The Wellcome Trust Sanger Institute Pathogen Genomics group is sequencing the genome of the fungal pathogen Candida dubliniensis in collaboration with Dr. Derek Sullivan, Dr. Gary Moran and Prof. David Coleman of the School of Dental Science, Trinity College, Dublin and Prof. Neil Gow of the Department of Molecular and Cell Biology, University of Aberdeen.
The Disease
The genus Candida contains a range of clinically important yeast-like fungi including the important human pathogen Candida albicans.
Diseases caused by Candida species include superficial infections of the oral cavity and vagina and deep-seated systemic infections, which have a mortality rate of 35-50%. In the majority of cases, these infections occur in immunocompromised individuals. In addition to C. albicans, a number of other species belonging to the genus Candida have increasingly been identified as important human pathogens. One of the most interesting of these species is C. dubliniensis.
The Organism
C. dubliniensis was first identified and described in 1995. It is particularly associated with oral candidosis in HIV-infected individuals. Prior to this date, C. dubliniensis isolates were misidentified as C. albicans due to their ability to produce germ tubes and chlamydospores, traits previously used for the definitive identification of C. albicans.
The C. dubliniensis genome is approximately 16 Mb in size.
The Project
Phylogenetic distance between the pathogenic Candida species and the hierarchy of pathogenicity in Candida species do not correlate. For example, by far the closest relative to C. albicans - Candida dubliniensis, is ranked only fifth or sixth in terms of serious invasive disease. In addition, comparison of C. albicans and C. dubliniensis genomes by cross-hybridization on microarrays suggests that a majority of shared genes exist but there is a small, but substantial, set of highly diverged genes. These diverged genes seem to be enriched in genes related to yeast-hypha morphogenesis, a putative virulence factor of the group. Given these observations, it seems sensible to select C. dubliniensis as the instrument for a comparative genome sequencing project.
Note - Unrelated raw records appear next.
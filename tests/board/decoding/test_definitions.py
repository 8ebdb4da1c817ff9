"""Macros of the board file: names with what they stand for."""

import jsonschema
import pytest

from bitweight.board.decoding.definitions import Definitions
from bitweight.documents import Value, parse_document
from bitweight.errors import BoardError


def value(text: str) -> Value:
    """The value of a TOML text."""
    found = parse_document(f"v = {text}", file="b").get("v")
    assert found is not None
    return found


def test_names_with_their_texts_in_order() -> None:
    """A number stands as its digits and true as 1; the published schema allows them."""
    made = Definitions().decode(value("{ A = 'x', B = 2, C = true, D = false }"))
    assert made == (("A", "x"), ("B", "2"), ("C", "1"), ("D", "0"))
    jsonschema.validate({"A": "x", "B": 2, "C": True}, Definitions().schema())


@pytest.mark.parametrize(
    ("text", "message"),
    [
        ("[]", "expected a table like"),
        ("{ '1' = 'x' }", "expected the name of a macro, found '1'"),
        ("{ A = [] }", "expected a text in quotes"),
        ("{ A = " + "9" * 30 + " }", "expected a number of at most 64 bits"),
    ],
)
def test_what_is_no_macro_is_refused(text: str, message: str) -> None:
    """Each refusal says what was expected."""
    with pytest.raises(BoardError) as caught:
        Definitions().decode(value(text))
    assert message in str(caught.value)
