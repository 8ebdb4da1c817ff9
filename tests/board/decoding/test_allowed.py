"""Allowed errors: absolute, of the span, of the reading, and their sums."""

from fractions import Fraction

import pytest

from bitweight.board.decoding.allowed import AllowedShape, AllowedText, allowed_error
from bitweight.documents import parse_document
from bitweight.errors import BoardError
from bitweight.places import Place
from bitweight.units import parse_unit

HERE = Place("b", 1, 1)


def decode(text: str) -> AllowedText:
    """The allowed error of a TOML text."""
    value = parse_document(f"v = {text}", file="b").get("v")
    assert value is not None
    return AllowedShape().decode(value)


@pytest.mark.parametrize(
    ("text", "unit", "absolute", "of_span", "of_reading"),
    [
        ("50 mV", "V", "0.05", "0", "0"),
        ("50 mV", "mV", "50", "0", "0"),
        ("1 %", "V", "0", "0.01", "0"),
        ("1% of span", "V", "0", "0.01", "0"),
        ("0.5 % of reading + 20 mV", "V", "0.02", "0", "0.005"),
        ("0.5 % of reading + 0.1 % + 20 mV", "V", "0.02", "0.001", "0.005"),
        ("0.5 degC", "degC", "0.5", "0", "0"),
        ("0.5 K", "degC", "0.5", "0", "0"),
        ("0.1 pH", "pH", "0.1", "0", "0"),
        ("100 ppm", "V", "0", "0.0001", "0"),
        ("± 20 mV", "V", "0.02", "0", "0"),
        ("+-1 % of reading", "V", "0", "0", "0.01"),
    ],
)
def test_terms_add_up_in_the_channels_unit(
    text: str, unit: str, absolute: str, of_span: str, of_reading: str
) -> None:
    """A temperature error is a difference, not a temperature; percentages are of the span."""
    allowed = allowed_error(decode(f"'{text}'"), parse_unit(unit), HERE)
    assert (allowed.absolute, allowed.of_span, allowed.of_reading) == (
        Fraction(absolute),
        Fraction(of_span),
        Fraction(of_reading),
    )
    assert (allowed.text, allowed.place) == (text, HERE)


@pytest.mark.parametrize(
    "text",
    [
        "'a bit'",
        "'1 % of it'",
        "'-1 V'",
        "'+'",
        "3",
        "'1 V ± 1 %'",
        "'0 %'",
        "'0 V'",
        "'5V%'",
        "'1 %%'",
        "'100 %'",
        "'5000 % of reading'",
        "''",
    ],
)
def test_what_is_no_error_is_refused(text: str) -> None:
    """Each refusal says what was expected."""
    with pytest.raises(BoardError, match="expected"):
        decode(text)


def test_long_sums_are_refused() -> None:
    """A sum of dozens of terms is not what anybody means."""
    with pytest.raises(BoardError, match="expected an error like"):
        decode("'" + "1 V + " * 20 + "1 V'")


def test_another_kind_of_quantity_names_both() -> None:
    """Milliamperes allow no error in volts."""
    with pytest.raises(BoardError, match="is in mA but the channel's unit is V"):
        allowed_error(decode("'50 mA'"), parse_unit("V"), HERE)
The C. albicans genome sequence has been completed (at Stanford Genome Technology Center) and is being annotated by an international consortium, involving the Wellcome Trust Sanger Institute in an advisory capacity. Virulence is a polygenic trait in Candida species, therefore comparative genomics is likely to play a major role in understanding virulence in this group as a whole. The genome of Candida glabrata is currently being sequenced by the Institut Pasteur (Genopole). However, C. albicans is as closely related to C. glabrata as it is to Saccharomyces cerevisiae, therefore sequencing of the C. dubliniensis genome will enable an informative evaluation of the genomes of C. albicans through C. glabrata to S. cerevisiae to be made. Comparison of these four genomes will provide invaluable information concerning the evolution of pathogenesis in yeasts as a whole.
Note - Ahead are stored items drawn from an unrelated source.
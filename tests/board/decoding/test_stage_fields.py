"""The keys of every kind of stage."""

from fractions import Fraction

import pytest

from bitweight.board.decoding.stage_fields import FIELDS, ChainTables, OffsetText, ShareText
from bitweight.documents import Value, parse_document
from bitweight.errors import BoardError
from bitweight.quantities import Quantity


def value(text: str) -> Value:
    """The value of a TOML text."""
    found = parse_document(f"v = {text}", file="b").get("v")
    assert found is not None
    return found


@pytest.mark.parametrize(
    ("kind", "names"),
    [
        ("divider", "top bottom load to"),
        ("amplifier", "gain topology feedback ground input offset ratiometric"),
        ("shunt", "resistance"),
        ("linear", "sensitivity offset at ratiometric"),
        ("thermistor", "r25 beta steinhart_hart with side supply"),
        ("rtd", "r0 current with side supply"),
        ("low-pass", "resistance capacitance"),
        ("table", "points with side supply"),
        ("polynomial", "coefficients unit_in unit_out"),
        ("against", "voltage"),
    ],
)
def test_a_stage_has_the_documented_keys(kind: str, names: str) -> None:
    """Each kind has its keys and no others."""
    assert [field.name for field in FIELDS[kind]] == ["kind", *names.split()]


@pytest.mark.parametrize(
    ("text", "name", "factor"),
    [("v33 / 2", "v33", "1/2"), ("v33", "v33", "1"), ("v33*0.25", "v33", "0.25")],
)
def test_an_offset_may_be_a_share(text: str, name: str, factor: str) -> None:
    """A supply divided or multiplied by a number is a share of it."""
    assert OffsetText().decode(value(f"'{text}'")) == ShareText(
        name=name, factor=Fraction(factor), text=text
    )


def test_an_offset_may_be_a_quantity() -> None:
    """A voltage is a voltage, with or without a designator."""
    found = OffsetText().decode(value("'U3 500 mV 1%'"))
    assert isinstance(found, Quantity)
    assert (found.value, found.designator) == (Fraction(1, 2), "U3")


@pytest.mark.parametrize("text", ["'v33 / 0'", "'v33 / x'", "'v33 + 2'", "3"])
def test_other_offsets_are_refused(text: str) -> None:
    """Anything else says both forms, or what number was expected."""
    with pytest.raises(BoardError, match="expected a"):
        OffsetText().decode(value(text))


def test_stages_come_in_order() -> None:
    """A chain is its stages' fields, in the order of the file."""
    chain = ChainTables().decode(
        value("[{ kind='shunt', resistance='1k' }, { kind='amplifier', gain=2 }]")
    )
    assert [decoded.where for decoded in chain] == ["a shunt stage", "an amplifier stage"]


def test_the_mistakes_of_all_stages_come_together() -> None:
    """Three wrong stages are three mistakes."""
    with pytest.raises(BoardError) as caught:
        ChainTables().decode(value("[3, { kind='x' }, { kind='shunt' }]"))
    assert len(caught.value.mistakes) == 3


def test_a_chain_is_bounded() -> None:
    """A chain of hundreds of stages is refused."""
    with pytest.raises(BoardError, match="at most 64 stages"):
        ChainTables().decode(value("[" + "3," * 65 + "]"))
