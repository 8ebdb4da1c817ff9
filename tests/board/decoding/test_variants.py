"""Variants: their tables, those that nothing uses, and whose mistakes are whose."""

import pytest

from bitweight.board.decoding.boards import board_from_text
from board.mistaken import BOARD, Case, case, check, stage

CASES = [
    case(
        "reference",
        BOARD + "[variant.ac.reference.¦vreff]\nvoltage = '3.3 V'\n",
        "variant ac has a reference 'vreff' that the base does not define and nothing uses,"
        " did you mean 'vref'?",
    ),
    case(
        "converter",
        BOARD + "[variant.c.converter.¦adcc]\nbits = 10\n",
        "variant c has a converter 'adcc' that the base does not define and nothing uses",
    ),
    case(
        "channel",
        BOARD + "[variant.d.channel.¦zz]\nrange = ['0 V', '1 V']\n",
        "variant d has a channel 'zz' that the base does not define and nothing uses; the base has",
    ),
    case(
        "supply",
        BOARD + "[variant.d.supply.¦v33]\nvoltage = '3.3 V'\n",
        "variant d has a supply 'v33' that the base does not define and nothing uses",
    ),
    case("define", BOARD + "[variant.a]\n¦deifne = { X = '1' }\n", "did you mean 'define'?"),
    case("table", BOARD + "[variant.a.¦zzz]\n", "unknown table 'zzz' in [variant.a]; known: board"),
    case(
        "own mistake",
        BOARD + "[variant.b.converter.adc]\nbits = ¦99\n",
        "in variant b: bits: expected a whole number",
    ),
    case(
        "mistake of the base alone",
        BOARD.replace("12", "¦99") + "[variant.b]\ndefine = { X = '1' }\n",
        "bits: expected a whole number",
    ),
    case(
        "cause and consequence",
        stage("{ kind='divider', top='1k', bottom='1k' }")
        + "range = ['0 V', '1 V']\n[variant.b.channel.tank]\nunit = 'A'\npin = ¦3\n",
        "in variant b: pin: expected a text",
    ),
    case(
        "consequence in the base",
        BOARD + "range = ¦['0 V', '1 V']\n[variant.b.channel.tank]\n"
        "chain = [{ kind='shunt', resistance='1 ohm' }]\n",
        "in variant b: range is in V but the channel's unit is A",
    ),
]


@pytest.mark.parametrize("one", CASES, ids=lambda one: one.name)
def test_a_mistake_of_a_variant_says_so(one: Case) -> None:
    """It stands at the variant's own table, not at places of the base that it makes wrong."""
    check(one)


def test_a_variant_may_add_what_it_uses() -> None:
    """A new reference is used by name, the rest of the board keeps its only one."""
    text = (
        BOARD
        + "[variant.a.reference.fine]\nvoltage = '4.096 V'\n"
        + "[variant.a.converter.second]\nbits = 16\nreference = 'fine'\n"
        + "[variant.a.channel.more]\nconverter = 'second'\nfirmware.reading = 'read(2)'\n"
    )
    board = board_from_text(text, file="board.toml", variant="a")
    assert [
        (one.name, one.converter.name, one.converter.reference.name) for one in board.channels
    ] == [("tank", "adc", "vref"), ("more", "second", "fine")]
    assert len(board_from_text(text, file="board.toml").channels) == 1
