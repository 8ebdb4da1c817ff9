"""Channels: copies, units, limits, firmware."""

from fractions import Fraction

from bitweight.board.decoding.boards import board_from_text
from bitweight.board.hardware import LimitMeasure
from board.mistaken import BOARD, mistakes_of
from board.parts import channel
from board.samples import HATCHERY


def test_a_copied_channel_replaces_only_what_it_gives() -> None:
    """`like` copies every key; given ones stand in their place."""
    board = board_from_text(HATCHERY, file="b")
    motor, copy = board.channels[2], board.channels[3]
    assert copy.chain == motor.chain
    assert copy.range == motor.range
    assert (copy.input, motor.input, copy.like) == (5, None, "motor")
    assert copy.reading == ("adc_motor_b",)


def test_copies_of_copies_work() -> None:
    """A channel may copy a copy; keys of the nearest count."""
    board = board_from_text(
        BOARD + "unit = 'V'\ninput = 1\nhazard = 'x'\n"
        "[channel.b]\nlike = 'tank'\ninput = 2\n[channel.c]\nlike = 'b'\npin = 'P'\n",
        file="b",
    )
    last = board.channels[2]
    assert (last.input, last.hazard, last.pin) == (2, "x", "P")


def test_a_circle_of_copies_is_a_mistake_of_each() -> None:
    """Channels that copy each other are named, and nothing hangs."""
    mistakes = mistakes_of(BOARD + "like = 'b'\n[channel.b]\nlike = 'tank'\n")
    assert [mistake.place.line for mistake in mistakes] == [6, 8]
    assert all("copies itself" in mistake.message for mistake in mistakes)


def test_endless_copying_is_refused() -> None:
    """A chain of copies longer than anybody writes is a mistake, and costs little."""
    names = "".join(f"[channel.c{n}]\nlike = 'c{n + 1}'\n" for n in range(40))
    mistakes = mistakes_of(BOARD + names + "[channel.c40]\n")
    assert {mistake.message for mistake in mistakes} == {
        "like: copied through more than 16 channels"
    }


def test_a_mistake_in_a_copied_channel_is_said_once() -> None:
    """Copies do not multiply the mistakes of what they copy."""
    mistakes = mistakes_of(BOARD + "input = -1\n[channel.b]\nlike = 'tank'\n")
    assert len(mistakes) == 1


def test_a_channel_keeps_every_key() -> None:
    """All that the file states arrives typed."""
    tank = board_from_text(HATCHERY, file="b").channels[0]
    assert (tank.input, tank.pin, tank.hazard) == (3, "PC3", "the tank runs over")
    assert tank.range is not None
    assert tank.range[1].number == 180
    assert tank.pin_limit is not None
    assert tank.pin_limit[0].text == "-0.3 V"
    assert tank.sample_rate is not None
    assert tank.sample_rate.value == 100
    assert tank.nominal is not None
    assert tank.allowed_error is not None
    assert tank.allowed_error.absolute == 1
    assert tank.firmware.unit is not None
    assert tank.firmware.unit.text == "0.1 kPa"
    assert tank.value == ("tank_kpa_x10",)


def test_a_limit_stands_for_counts_unless_it_says_value() -> None:
    """The first of the two words is the default; the constant names the limit."""
    made = channel(
        channel="limit = [{ at = '1 V', constant = 'A' },"
        " { at = '2 V', constant = 'B', in = 'value', name = 'high' }]"
    )
    first, second = made.limits
    assert (first.measure, first.name, first.bits) == (LimitMeasure.COUNTS, "A", None)
    assert (second.measure, second.name, second.bits) == (LimitMeasure.VALUE, "high", None)


def test_an_allowed_error_in_steps_is_put_in_the_channels_unit() -> None:
    """Two LSB of 2.5 V / 4096 behind a divider by two, and what is added to them."""
    made = board_from_text(
        BOARD + "unit = 'mV'\nallowed_error = '2 LSB + 1 mV'\n"
        "chain = [{ kind = 'divider', top = '1k', bottom = '1k' }]\n",
        file="b",
    ).channels[0]
    assert made.allowed_error is not None
    assert made.allowed_error.absolute == Fraction(2 * 2 * 2500, 4096) + 1


def test_a_wrong_stage_says_nothing_of_the_unit() -> None:
    """A chain that cannot be read gives no unit, so the range is not measured against one."""
    text = BOARD + "range = ['0 degC', '1 degC']\nchain = [{ kind = 'linear' }]\n"
    (mistake,) = mistakes_of(text)
    assert "missing key 'sensitivity'" in mistake.message


def test_the_only_converter_may_be_left_out_and_two_may_not() -> None:
    """Several candidates ask for a name and list them."""
    text = BOARD.replace("[channel", "[converter.b]\nbits = 8\n[channel")
    (mistake,) = mistakes_of(text)
    assert mistake.message.endswith("several are defined: adc, b")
More specifically, comparison of C. albicans and C. dubliniensis will however enable direct questions to be addressed concerning the following:
- The virulence of C. albicans and C. dubliniensis.
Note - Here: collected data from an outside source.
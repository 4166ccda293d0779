package main

import (
	"bytes"
	"context"
	"os"
	"path/filepath"
	"strings"
	"testing"
)

// A picture is never poured over a terminal; piped, or into a file, it is a PNG.
func TestNoPictureOnATerminal(t *testing.T) {
	file := filepath.Join(t.TempDir(), "rc.cir")
	if err := os.WriteFile(file, []byte("low-pass\nV1 in 0 SIN(0 10 50)\nR1 in out 1k\nC1 out 0 1u\n"), 0o666); err != nil {
		t.Fatal(err)
	}
	try := func(terminal bool, more ...string) (int, []byte, string) {
		var out, log bytes.Buffer
		s := streams{out: &out, err: &log, outTerm: terminal, environment: func(string) (string, bool) { return "", false }}
		status := run(context.Background(), append([]string{"trace", file, "out", "--nominal", "--format", "png"}, more...), s)
		return status, out.Bytes(), log.String()
	}
	if status, out, log := try(true); status != 2 || len(out) > 0 || !strings.Contains(log, "expected --output FILE") {
		t.Errorf("on a terminal: status %d, %d bytes, %q", status, len(out), log)
	}
	const signature = "\x89PNG\r\n"
	if status, out, log := try(false); status != 0 || !strings.HasPrefix(string(out), signature) {
		t.Errorf("piped: status %d, %d bytes, %q", status, len(out), log)
	}
	picture := filepath.Join(t.TempDir(), "a.png")
	if status, out, log := try(true, "--output", picture); status != 0 || len(out) > 0 {
		t.Errorf("into a file: status %d, %d bytes, %q", status, len(out), log)
	}
	if text, err := os.ReadFile(picture); err != nil || !strings.HasPrefix(string(text), signature) {
		t.Errorf("the file holds no PNG: %v", err)
	}
}
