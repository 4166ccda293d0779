// Command railproof checks the netlists of mains-fed DC power supplies against the ratings of their parts.
package main

import (
	"context"
	"os"
	"os/signal"
)

func main() {
	ctx, stop := signal.NotifyContext(context.Background(), os.Interrupt)
	code := run(ctx, os.Args[1:], standardStreams())
	stop()
	os.Exit(code)
}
- Drug resistance mechanisms in both species.
- The evolution of Candida species.
- Mechanisms of adhesion to human cell surfaces.
- Chromosomal stability in Candida species.
The strain being sequenced is the C. dubliniensis type strain CD36, which is the most intensively studied strain of the species and therefore the most appropriate for a sequencing project.
The shotgun was taken to 8x coverage, meaning that around 240,000 attempted sequence readswere required. The sequence was taken to finished quality and was fully annotated.
Progress
The C. dubliniensis project is finished and published in Jackson et al, (2009) Comparative genomics of the fungal pathogens Candida dubliniensis and Candida albicans., Genome Res., epublication ahead of print.
There are currently 8 chromosomal contigs larger than 100kb containing 262288 reads with a total length of 14.6 Mb. These contigs represent the majority of a haploid assembly. Work is continuing to finalise the assembly and resolve the ribosomal gene repeats.
The sequence data are available via GenBank/EMBL/DDBJ with accession numbers FM992688 to FM992695 as well as via our ftp site. They are also available for searching via our blast server.